§ Requirement: For this exercise, return all the data exactly as it stands.

§ The data:

import type { SpinChoice as Spin } from '#src/chem/electrons.ts';
import { Segmented } from '#src/components/ui/Segmented.tsx';
import type { SpinPick } from './settle.ts';

interface SpinChoiceProps {
  spins: readonly Spin[];
  value: SpinPick;
  onChoose: (spin: SpinPick) => void;
}

/** The spin states the centre can take; asked only where there is more than one. */
export function SpinChoice({ spins, value, onChoose }: SpinChoiceProps) {
  const stated = spins.map(({ spin, unpaired }) => ({
    value: spin as string,
    label: spin === 'intermediate' ? `intermediate, ${unpaired} unpaired` : `${spin} spin, ${unpaired} unpaired`,
  }));
  return (
    <Part title="Spin state" note="not part of the identity; it can be stated later">
      <Segmented
        label="Spin state"
        look="cards"
        options={[...stated, { value: 'crossover', label: 'crossover' }, { value: 'none', label: 'not known' }]}
        value={value ?? 'none'}
        onChange={(chosen) => onChoose(chosen === 'none' ? null : (chosen as SpinPick))}
      />
    </Part>
  );
}

/** A part of the registration under its heading. */
export function Part({ title, note, children }: { title: string; note?: string; children: React.ReactNode }) {
  return (
    <section>
      <h2 className="mb-2 flex flex-wrap items-baseline gap-x-3">
        <span className="text-base font-semibold">{title}</span>
        {note && <span className="text-xs font-normal text-ink-soft">{note}</span>}
      </h2>
      {children}
    </section>
  );
}
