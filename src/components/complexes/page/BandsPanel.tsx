import { BandTable } from '#src/components/spectra/bands/BandTable.tsx';
import { bandSentence } from '#src/components/spectra/bands/band-sentence.ts';
import { CopyButton } from '#src/components/spectra/bands/CopyButton.tsx';
import { curveLabel } from '#src/components/spectra/page/curves.ts';
import { Panel } from '#src/components/ui/Panel.tsx';
import { queryClient } from '#src/components/ui/query-client.ts';
import type { BandRecord, SpectrumSummary } from '#src/contracts/spectra.ts';

interface BandsPanelProps {
  lists: readonly { spectrum: SpectrumSummary; bands: BandRecord[] }[];
  hasSpectra: boolean;
}

/** Bands with their assignments, spectrum by spectrum. */
export function BandsPanel({ lists, hasSpectra }: BandsPanelProps) {
  const filled = lists.filter(({ bands }) => bands.length > 0);
  const count = filled.reduce((sum, { bands }) => sum + bands.length, 0);
  return (
    <Panel title="Bands" aside={count > 0 && (count === 1 ? '1 band' : `${count} bands`)}>
      {filled.length === 0 && (
        <p className="text-ink-soft">
          {hasSpectra
            ? 'No band is proposed yet. Bands are picked on the page of a spectrum.'
            : 'Bands are picked on a spectrum; there is none yet.'}
        </p>
      )}
      <div className="flex flex-col gap-5">
        {filled.map(({ spectrum, bands }) => (
          <div key={spectrum.id}>
            <div className="mb-1 flex flex-wrap items-center gap-x-3">
              <h3 className="min-w-0 text-sm">
                <a href={`/spectra/${spectrum.id}`} className="link">
                  {spectrum.title}
                </a>{' '}
                <span className="text-xs font-normal text-ink-soft">{curveLabel(spectrum)}</span>
              </h3>
              <span className="ml-auto">
                <CopyButton
                  text={bandSentence(bands, spectrum) ?? ''}
                  what="the band list"
                  label="Copy as a sentence"
                />
              </span>
            </div>
            <BandTable
              bands={bands}
              label={`Bands of ${spectrum.title}`}
              onJudged={() => void queryClient.invalidateQueries({ queryKey: ['bands', spectrum.id] })}
            />
          </div>
        ))}
      </div>
    </Panel>
  );
}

§ Solution for this task:
import type { SpinChoice as Spin } from '#src/chem/electrons.ts';
import { Segmented } from '#src/components/ui/Segmented.tsx';
import type { SpinPick } from './settle.ts';

interface SpinChoiceProps {
  spins: readonly Spin[];
  value: SpinPick;
  onChoose: (spin: SpinPick) => void;
}

/** The spin states the centre can take; asked only where there is more than one. */
export function SpinChoice({ spins, value, onChoose }: SpinChoiceProps) {
  const stated = spins.map(({ spin, unpaired }) => ({
    value: spin as string,
    label: spin === 'intermediate' ? `intermediate, ${unpaired} unpaired` : `${spin} spin, ${unpaired} unpaired`,
  }));
  return (
    <Part title="Spin state" note="not part of the identity; it can be stated later">
      <Segmented
        label="Spin state"
        look="cards"
        options={[...stated, { value: 'crossover', label: 'crossover' }, { value: 'none', label: 'not known' }]}
        value={value ?? 'none'}
        onChange={(chosen) => onChoose(chosen === 'none' ? null : (chosen as SpinPick))}
      />
    </Part>
  );
}

/** A part of the registration under its heading. */
export function Part({ title, note, children }: { title: string; note?: string; children: React.ReactNode }) {
  return (
    <section>
      <h2 className="mb-2 flex flex-wrap items-baseline gap-x-3">
        <span className="text-base font-semibold">{title}</span>
        {note && <span className="text-xs font-normal text-ink-soft">{note}</span>}
      </h2>
      {children}
    </section>
  );
}
filename src/components/complexes/page/BandsPanel.tsx
import { BandTable } from '#src/components/spectra/bands/BandTable.tsx';
import { bandSentence } from '#src/components/spectra/bands/band-sentence.ts';
import { CopyButton } from '#src/components/spectra/bands/CopyButton.tsx';
import { curveLabel } from '#src/components/spectra/page/curves.ts';
import { Panel } from '#src/components/ui/Panel.tsx';
import { queryClient } from '#src/components/ui/query-client.ts';
import type { BandRecord, SpectrumSummary } from '#src/contracts/spectra.ts';

interface BandsPanelProps {
  lists: readonly { spectrum: SpectrumSummary; bands: BandRecord[] }[];
  hasSpectra: boolean;
}

/** Bands with their assignments, spectrum by spectrum. */
export function BandsPanel({ lists, hasSpectra }: BandsPanelProps) {
  const filled = lists.filter(({ bands }) => bands.length > 0);
  const count = filled.reduce((sum, { bands }) => sum + bands.length, 0);
  return (
    <Panel title="Bands" aside={count > 0 && (count === 1 ? '1 band' : `${count} bands`)}>
      {filled.length === 0 && (
        <p className="text-ink-soft">
          {hasSpectra
            ? 'No band is proposed yet. Bands are picked on the page of a spectrum.'
            : 'Bands are picked on a spectrum; there is none yet.'}
        </p>
      )}
      <div className="flex flex-col gap-5">
        {filled.map(({ spectrum, bands }) => (
          <div key={spectrum.id}>
            <div className="mb-1 flex flex-wrap items-center gap-x-3">
              <h3 className="min-w-0 text-sm">
                <a href={`/spectra/${spectrum.id}`} className="link">
                  {spectrum.title}
                </a>{' '}
                <span className="text-xs font-normal text-ink-soft">{curveLabel(spectrum)}</span>
              </h3>
              <span className="ml-auto">
                <CopyButton
                  text={bandSentence(bands, spectrum) ?? ''}
                  what="the band list"
                  label="Copy as a sentence"
                />
              </span>
            </div>
            <BandTable
              bands={bands}
              label={`Bands of ${spectrum.title}`}
              onJudged={() => void queryClient.invalidateQueries({ queryKey: ['bands', spectrum.id] })}
            />
          </div>
        ))}
      </div>
    </Panel>
  );
}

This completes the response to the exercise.